Activity -> Copy every line from the records that holds the word "axes".

Entries provided ->
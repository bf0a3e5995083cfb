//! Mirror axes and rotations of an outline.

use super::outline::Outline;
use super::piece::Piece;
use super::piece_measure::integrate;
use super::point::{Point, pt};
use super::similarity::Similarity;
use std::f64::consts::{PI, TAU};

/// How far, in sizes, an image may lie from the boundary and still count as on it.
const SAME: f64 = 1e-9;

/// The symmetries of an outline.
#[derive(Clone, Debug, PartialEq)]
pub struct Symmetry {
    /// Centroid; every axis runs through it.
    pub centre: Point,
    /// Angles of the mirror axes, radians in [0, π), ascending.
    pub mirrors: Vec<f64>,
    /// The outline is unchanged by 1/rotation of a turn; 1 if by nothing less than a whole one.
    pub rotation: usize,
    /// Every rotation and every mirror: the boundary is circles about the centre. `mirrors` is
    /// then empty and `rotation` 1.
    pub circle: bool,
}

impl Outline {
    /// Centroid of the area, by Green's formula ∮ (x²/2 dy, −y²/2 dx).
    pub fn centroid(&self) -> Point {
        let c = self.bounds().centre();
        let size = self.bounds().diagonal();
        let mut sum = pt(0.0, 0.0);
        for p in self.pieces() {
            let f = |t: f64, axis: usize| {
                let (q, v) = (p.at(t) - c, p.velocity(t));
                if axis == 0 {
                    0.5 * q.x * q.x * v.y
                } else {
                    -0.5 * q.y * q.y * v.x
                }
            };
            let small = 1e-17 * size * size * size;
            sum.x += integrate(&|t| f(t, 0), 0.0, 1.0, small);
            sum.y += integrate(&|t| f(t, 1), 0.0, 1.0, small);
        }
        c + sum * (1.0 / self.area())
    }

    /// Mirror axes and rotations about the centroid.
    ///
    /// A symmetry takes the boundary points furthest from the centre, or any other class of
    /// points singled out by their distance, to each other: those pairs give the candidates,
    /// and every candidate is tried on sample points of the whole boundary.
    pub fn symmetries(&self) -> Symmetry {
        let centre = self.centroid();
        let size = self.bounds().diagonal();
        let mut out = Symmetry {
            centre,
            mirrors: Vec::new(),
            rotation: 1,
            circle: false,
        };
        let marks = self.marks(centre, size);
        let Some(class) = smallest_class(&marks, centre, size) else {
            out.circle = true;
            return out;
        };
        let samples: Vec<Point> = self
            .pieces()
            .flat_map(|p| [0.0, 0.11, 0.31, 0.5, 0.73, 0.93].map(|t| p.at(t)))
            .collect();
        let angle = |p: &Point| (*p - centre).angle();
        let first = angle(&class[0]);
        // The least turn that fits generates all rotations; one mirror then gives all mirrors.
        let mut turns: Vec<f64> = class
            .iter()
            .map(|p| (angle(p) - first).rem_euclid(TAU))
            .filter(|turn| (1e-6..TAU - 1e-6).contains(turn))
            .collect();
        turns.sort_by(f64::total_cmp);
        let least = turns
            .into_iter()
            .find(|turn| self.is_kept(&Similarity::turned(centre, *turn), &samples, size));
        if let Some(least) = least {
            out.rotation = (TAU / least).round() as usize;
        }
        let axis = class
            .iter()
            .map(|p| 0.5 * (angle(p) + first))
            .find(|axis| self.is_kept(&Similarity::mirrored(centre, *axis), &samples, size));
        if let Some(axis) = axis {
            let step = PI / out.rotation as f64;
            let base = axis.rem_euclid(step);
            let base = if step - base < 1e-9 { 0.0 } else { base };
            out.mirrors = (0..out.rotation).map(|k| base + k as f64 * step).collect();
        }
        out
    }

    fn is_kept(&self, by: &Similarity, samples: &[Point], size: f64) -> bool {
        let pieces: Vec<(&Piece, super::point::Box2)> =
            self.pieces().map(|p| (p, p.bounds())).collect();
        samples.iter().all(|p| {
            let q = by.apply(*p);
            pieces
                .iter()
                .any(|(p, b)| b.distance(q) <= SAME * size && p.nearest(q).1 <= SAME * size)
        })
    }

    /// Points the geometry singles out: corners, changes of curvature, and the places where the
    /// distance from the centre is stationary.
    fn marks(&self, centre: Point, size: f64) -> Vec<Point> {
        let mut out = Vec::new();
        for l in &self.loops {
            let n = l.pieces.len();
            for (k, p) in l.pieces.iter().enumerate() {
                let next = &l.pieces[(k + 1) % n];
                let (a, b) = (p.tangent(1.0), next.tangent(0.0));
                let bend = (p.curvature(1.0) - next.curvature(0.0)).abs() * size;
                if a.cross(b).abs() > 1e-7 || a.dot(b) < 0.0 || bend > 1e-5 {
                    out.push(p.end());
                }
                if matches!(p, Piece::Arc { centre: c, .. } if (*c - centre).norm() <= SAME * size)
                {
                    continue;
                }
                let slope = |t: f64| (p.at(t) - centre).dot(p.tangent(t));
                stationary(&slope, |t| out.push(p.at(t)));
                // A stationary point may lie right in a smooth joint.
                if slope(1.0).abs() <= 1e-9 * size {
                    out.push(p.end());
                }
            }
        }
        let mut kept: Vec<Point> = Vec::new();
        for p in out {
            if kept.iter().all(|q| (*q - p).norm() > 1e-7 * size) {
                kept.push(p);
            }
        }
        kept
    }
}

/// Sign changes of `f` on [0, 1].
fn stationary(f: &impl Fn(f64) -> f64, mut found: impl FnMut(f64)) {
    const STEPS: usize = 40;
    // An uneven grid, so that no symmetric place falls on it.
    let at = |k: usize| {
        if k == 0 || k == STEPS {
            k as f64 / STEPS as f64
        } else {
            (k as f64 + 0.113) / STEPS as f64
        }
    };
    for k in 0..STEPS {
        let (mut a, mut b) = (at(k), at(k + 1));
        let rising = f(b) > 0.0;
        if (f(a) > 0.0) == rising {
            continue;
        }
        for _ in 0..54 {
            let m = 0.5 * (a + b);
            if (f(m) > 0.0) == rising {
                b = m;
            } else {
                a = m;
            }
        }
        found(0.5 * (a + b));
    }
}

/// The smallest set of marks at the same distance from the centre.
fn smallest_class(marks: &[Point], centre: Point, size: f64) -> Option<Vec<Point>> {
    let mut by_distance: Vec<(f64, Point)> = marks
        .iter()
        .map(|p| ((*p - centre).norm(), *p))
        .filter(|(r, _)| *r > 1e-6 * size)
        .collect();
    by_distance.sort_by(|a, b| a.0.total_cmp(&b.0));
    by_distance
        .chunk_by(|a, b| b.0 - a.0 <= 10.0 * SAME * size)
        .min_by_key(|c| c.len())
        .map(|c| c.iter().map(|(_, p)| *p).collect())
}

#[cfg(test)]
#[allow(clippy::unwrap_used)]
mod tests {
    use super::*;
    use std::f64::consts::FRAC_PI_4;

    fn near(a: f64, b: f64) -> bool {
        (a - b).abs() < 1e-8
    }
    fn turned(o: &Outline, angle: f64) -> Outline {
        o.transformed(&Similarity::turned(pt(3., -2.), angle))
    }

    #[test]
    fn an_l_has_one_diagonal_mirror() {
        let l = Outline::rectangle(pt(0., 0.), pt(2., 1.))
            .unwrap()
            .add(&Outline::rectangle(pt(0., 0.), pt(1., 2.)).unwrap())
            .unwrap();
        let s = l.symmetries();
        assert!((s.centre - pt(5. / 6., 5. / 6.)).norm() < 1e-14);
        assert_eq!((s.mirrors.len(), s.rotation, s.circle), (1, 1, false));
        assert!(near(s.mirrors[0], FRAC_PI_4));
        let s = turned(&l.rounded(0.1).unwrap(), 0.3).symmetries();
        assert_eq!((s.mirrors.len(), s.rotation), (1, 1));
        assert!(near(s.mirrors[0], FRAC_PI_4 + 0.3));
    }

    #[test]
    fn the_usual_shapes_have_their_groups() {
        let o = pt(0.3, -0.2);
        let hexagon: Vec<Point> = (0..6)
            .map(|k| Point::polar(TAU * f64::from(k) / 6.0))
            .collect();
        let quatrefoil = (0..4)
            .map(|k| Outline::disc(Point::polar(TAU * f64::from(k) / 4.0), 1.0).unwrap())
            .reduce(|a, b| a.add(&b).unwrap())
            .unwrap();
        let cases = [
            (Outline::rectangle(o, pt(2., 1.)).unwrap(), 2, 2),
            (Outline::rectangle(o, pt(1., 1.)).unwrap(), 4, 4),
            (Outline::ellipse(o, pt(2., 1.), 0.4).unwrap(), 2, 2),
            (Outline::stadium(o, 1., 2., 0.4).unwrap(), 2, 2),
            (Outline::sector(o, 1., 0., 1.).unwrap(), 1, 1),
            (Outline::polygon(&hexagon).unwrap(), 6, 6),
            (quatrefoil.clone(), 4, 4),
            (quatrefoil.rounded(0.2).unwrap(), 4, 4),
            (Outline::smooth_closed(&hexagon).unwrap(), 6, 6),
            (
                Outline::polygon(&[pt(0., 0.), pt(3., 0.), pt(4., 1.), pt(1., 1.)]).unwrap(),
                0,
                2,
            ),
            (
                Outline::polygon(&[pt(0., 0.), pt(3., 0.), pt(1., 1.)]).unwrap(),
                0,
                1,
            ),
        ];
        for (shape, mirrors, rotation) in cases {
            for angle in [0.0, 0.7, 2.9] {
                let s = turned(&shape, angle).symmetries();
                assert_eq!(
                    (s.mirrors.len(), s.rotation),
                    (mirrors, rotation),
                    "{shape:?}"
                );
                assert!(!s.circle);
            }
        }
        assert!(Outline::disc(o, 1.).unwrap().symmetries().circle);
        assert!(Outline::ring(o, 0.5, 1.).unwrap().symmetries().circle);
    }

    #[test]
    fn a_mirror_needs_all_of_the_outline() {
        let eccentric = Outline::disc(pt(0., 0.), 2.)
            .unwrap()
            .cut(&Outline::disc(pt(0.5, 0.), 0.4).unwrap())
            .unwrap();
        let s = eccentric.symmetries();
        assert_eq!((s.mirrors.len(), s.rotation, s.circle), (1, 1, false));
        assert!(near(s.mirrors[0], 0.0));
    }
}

Answer area ->
//! Mirror axes and rotations of an outline.
    /// Angles of the mirror axes, radians in [0, π), ascending.
    /// Mirror axes and rotations about the centroid.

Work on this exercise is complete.